WHAT TO WORK ON: Taking the line containing "stage: Stage;" as the first and the last line of the entries as the end, reproduce every line between them exactly, including both.

Stored data entries
►

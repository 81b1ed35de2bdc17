import type { EntityManager } from 'typeorm';
import { RACK_AGAIN_AFTER_DAYS, RACK_PRIMARY_AFTER_DAYS } from '../../shared/domain/racking-due';
import type { BatchKind, BatchSummary, Stage } from '../../shared/schemas/batches';

/** Collects positional parameters ($1, $2…) for a hand-written query. */
export class SqlParams {
  readonly values: unknown[] = [];
  /** Adds a value and returns its placeholder. */
  add(value: unknown): string {
    this.values.push(value);
    return `$${this.values.length}`;
  }
}

/**
 * FROM clause of every batch summary: the batch and one aggregate of the vessels holding it
 * (never the journal). Alias `b` for the batch, `v` for volume and vessel count.
 */
export function summaryFrom(params: SqlParams, cellarId: string): string {
  const cellar = params.add(cellarId);
  return `FROM batches b
    LEFT JOIN (
      SELECT batch_id, SUM(volume_l)::float8 AS volume_l, COUNT(*)::int AS vessel_count
        FROM vessels WHERE cellar_id = ${cellar} AND batch_id IS NOT NULL GROUP BY batch_id
    ) v ON v.batch_id = b.id`;
}

/**
 * SQL truth value "this batch is due for racking" (common practice, shared/domain/racking-due):
 * in primary for RACK_PRIMARY_AFTER_DAYS, or in secondary/bulk ageing RACK_AGAIN_AFTER_DAYS
 * after its last racking (or its start); only batches still in vessels.
 * @param today - the cellar's local date (YYYY-MM-DD)
 */
export function needsRackingSql(params: SqlParams, today: string, now: Date): string {
  const day = params.add(today);
  const moment = params.add(now);
  const primaryDays = params.add(RACK_PRIMARY_AFTER_DAYS);
  const againDays = params.add(RACK_AGAIN_AFTER_DAYS);
  return `(COALESCE(v.vessel_count, 0) > 0 AND (
      (b.stage = 'primary' AND b.started_on <= ${day}::date - ${primaryDays}::int)
      OR (b.stage IN ('secondary', 'bulk-ageing') AND CASE
            WHEN b.last_racked_at IS NULL THEN b.started_on <= ${day}::date - ${againDays}::int
            ELSE b.last_racked_at <= ${moment}::timestamptz - make_interval(days => ${againDays}::int) END)))`;
}

/** Columns of a summary row; `needs` is the needsRackingSql expression. */
export function summaryColumns(needs: string): string {
  return `b.id, b.name, b.kind, b.stage, b.started_on::text AS started_on, b.og::float8 AS og,
    b.last_reading_sg::float8 AS last_reading_sg, b.last_reading_at, b.last_racked_at,
    b.yeast_tolerance_abv::float8 AS yeast_tolerance_abv,
    COALESCE(v.volume_l, 0)::float8 AS volume_l, COALESCE(v.vessel_count, 0)::int AS vessel_count,
    ${needs} AS needs_racking`;
}

export interface SummaryRow {
  id: string;
  name: string;
  kind: BatchKind;
  stage: Stage;
  started_on: string;
  og: number | null;
  last_reading_sg: number | null;
  last_reading_at: Date | null;
  last_racked_at: Date | null;
  yeast_tolerance_abv: number;
  volume_l: number;
  vessel_count: number;
  needs_racking: boolean;
}

/** The API's summary of a batch from a summary row. */
export function toSummary(row: SummaryRow): BatchSummary {
  return {
    id: row.id,
    name: row.name,
    kind: row.kind,
    stage: row.stage,
    startedOn: row.started_on,
    og: row.og,
    volumeL: Number(row.volume_l.toFixed(3)),
    vesselCount: row.vessel_count,
    lastReading: row.last_reading_sg !== null && row.last_reading_at ? { sg: row.last_reading_sg, at: row.last_reading_at.toISOString() } : null,
    lastRackedAt: row.last_racked_at ? row.last_racked_at.toISOString() : null,
    needsRacking: row.needs_racking,
    yeastToleranceAbv: row.yeast_tolerance_abv,
  };
}

/** One batch's summary (null when it is not in this cellar). */
export async function findSummary(tx: EntityManager, cellarId: string, batchId: string, today: string, now: Date): Promise<BatchSummary | null> {
  const params = new SqlParams();
  const from = summaryFrom(params, cellarId);
  const needs = needsRackingSql(params, today, now);
  const id = params.add(batchId);
  const cellar = params.add(cellarId);
  const rows: SummaryRow[] = await tx.query(`SELECT ${summaryColumns(needs)} ${from} WHERE b.id = ${id} AND b.cellar_id = ${cellar}`, params.values);
  return rows[0] ? toSummary(rows[0]) : null;
}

◄

SOLUTION:
  stage: Stage;
  started_on: string;
  og: number | null;
  last_reading_sg: number | null;
  last_reading_at: Date | null;
  last_racked_at: Date | null;
  yeast_tolerance_abv: number;
  volume_l: number;
  vessel_count: number;
  needs_racking: boolean;
}

/** The API's summary of a batch from a summary row. */
export function toSummary(row: SummaryRow): BatchSummary {
  return {
    id: row.id,
    name: row.name,
    kind: row.kind,
    stage: row.stage,
    startedOn: row.started_on,
    og: row.og,
    volumeL: Number(row.volume_l.toFixed(3)),
    vesselCount: row.vessel_count,
    lastReading: row.last_reading_sg !== null && row.last_reading_at ? { sg: row.last_reading_sg, at: row.last_reading_at.toISOString() } : null,
    lastRackedAt: row.last_racked_at ? row.last_racked_at.toISOString() : null,
    needsRacking: row.needs_racking,
    yeastToleranceAbv: row.yeast_tolerance_abv,
  };
}

/** One batch's summary (null when it is not in this cellar). */
export async function findSummary(tx: EntityManager, cellarId: string, batchId: string, today: string, now: Date): Promise<BatchSummary | null> {
  const params = new SqlParams();
  const from = summaryFrom(params, cellarId);
  const needs = needsRackingSql(params, today, now);
  const id = params.add(batchId);
  const cellar = params.add(cellarId);
  const rows: SummaryRow[] = await tx.query(`SELECT ${summaryColumns(needs)} ${from} WHERE b.id = ${id} AND b.cellar_id = ${cellar}`, params.values);
  return rows[0] ? toSummary(rows[0]) : null;
}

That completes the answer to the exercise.